• **Instructions to follow**: Nothing outside the range below should be printed. Output exactly the lines from the line with "limit must shed" to the line with "if (best.value >", both included.

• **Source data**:
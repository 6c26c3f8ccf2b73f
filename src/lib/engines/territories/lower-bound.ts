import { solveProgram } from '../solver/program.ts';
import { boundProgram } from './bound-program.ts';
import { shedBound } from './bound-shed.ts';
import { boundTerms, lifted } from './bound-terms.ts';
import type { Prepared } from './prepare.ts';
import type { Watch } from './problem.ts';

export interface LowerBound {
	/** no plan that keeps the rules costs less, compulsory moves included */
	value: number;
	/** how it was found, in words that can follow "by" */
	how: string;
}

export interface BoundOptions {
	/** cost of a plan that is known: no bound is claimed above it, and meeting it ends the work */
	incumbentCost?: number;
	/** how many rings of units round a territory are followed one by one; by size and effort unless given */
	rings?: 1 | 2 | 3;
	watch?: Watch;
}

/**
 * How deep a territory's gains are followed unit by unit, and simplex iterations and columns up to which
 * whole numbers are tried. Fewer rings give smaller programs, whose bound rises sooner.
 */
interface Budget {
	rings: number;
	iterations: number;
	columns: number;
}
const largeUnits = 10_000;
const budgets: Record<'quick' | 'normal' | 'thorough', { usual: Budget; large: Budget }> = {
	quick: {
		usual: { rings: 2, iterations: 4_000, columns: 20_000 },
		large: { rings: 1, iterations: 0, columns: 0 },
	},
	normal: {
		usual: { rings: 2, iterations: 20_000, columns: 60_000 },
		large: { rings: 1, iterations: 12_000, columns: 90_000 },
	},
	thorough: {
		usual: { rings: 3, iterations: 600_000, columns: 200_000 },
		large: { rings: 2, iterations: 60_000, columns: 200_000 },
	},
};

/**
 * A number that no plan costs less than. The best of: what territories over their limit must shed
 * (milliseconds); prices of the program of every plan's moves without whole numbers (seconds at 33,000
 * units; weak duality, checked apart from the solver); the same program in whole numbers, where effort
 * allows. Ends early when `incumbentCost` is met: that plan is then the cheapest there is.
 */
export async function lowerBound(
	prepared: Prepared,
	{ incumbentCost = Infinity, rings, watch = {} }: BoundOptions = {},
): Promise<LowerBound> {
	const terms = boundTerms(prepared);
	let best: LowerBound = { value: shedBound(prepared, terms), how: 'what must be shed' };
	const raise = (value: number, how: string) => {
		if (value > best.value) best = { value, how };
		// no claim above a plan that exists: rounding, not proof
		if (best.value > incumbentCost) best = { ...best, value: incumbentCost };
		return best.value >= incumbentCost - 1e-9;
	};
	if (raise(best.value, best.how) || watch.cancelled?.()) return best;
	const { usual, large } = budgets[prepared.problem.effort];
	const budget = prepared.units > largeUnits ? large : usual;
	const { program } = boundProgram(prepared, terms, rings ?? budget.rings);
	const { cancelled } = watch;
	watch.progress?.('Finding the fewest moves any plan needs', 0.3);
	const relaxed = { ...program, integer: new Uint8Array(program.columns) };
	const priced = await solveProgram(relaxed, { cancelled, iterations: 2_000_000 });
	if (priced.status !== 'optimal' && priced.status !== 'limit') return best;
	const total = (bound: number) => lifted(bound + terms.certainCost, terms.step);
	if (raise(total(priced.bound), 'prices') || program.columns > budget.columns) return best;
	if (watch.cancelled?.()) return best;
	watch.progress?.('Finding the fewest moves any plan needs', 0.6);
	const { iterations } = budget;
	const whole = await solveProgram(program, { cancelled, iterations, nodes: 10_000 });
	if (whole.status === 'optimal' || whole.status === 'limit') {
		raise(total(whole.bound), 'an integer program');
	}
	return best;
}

• **Reply to the task**:
 * A number that no plan costs less than. The best of: what territories over their limit must shed
 * (milliseconds); prices of the program of every plan's moves without whole numbers (seconds at 33,000
 * units; weak duality, checked apart from the solver); the same program in whole numbers, where effort
 * allows. Ends early when `incumbentCost` is met: that plan is then the cheapest there is.
 */
export async function lowerBound(
	prepared: Prepared,
	{ incumbentCost = Infinity, rings, watch = {} }: BoundOptions = {},
): Promise<LowerBound> {
	const terms = boundTerms(prepared);
	let best: LowerBound = { value: shedBound(prepared, terms), how: 'what must be shed' };
	const raise = (value: number, how: string) => {
		if (value > best.value) best = { value, how };
		// no claim above a plan that exists: rounding, not proof
		if (best.value > incumbentCost) best = { ...best, value: incumbentCost };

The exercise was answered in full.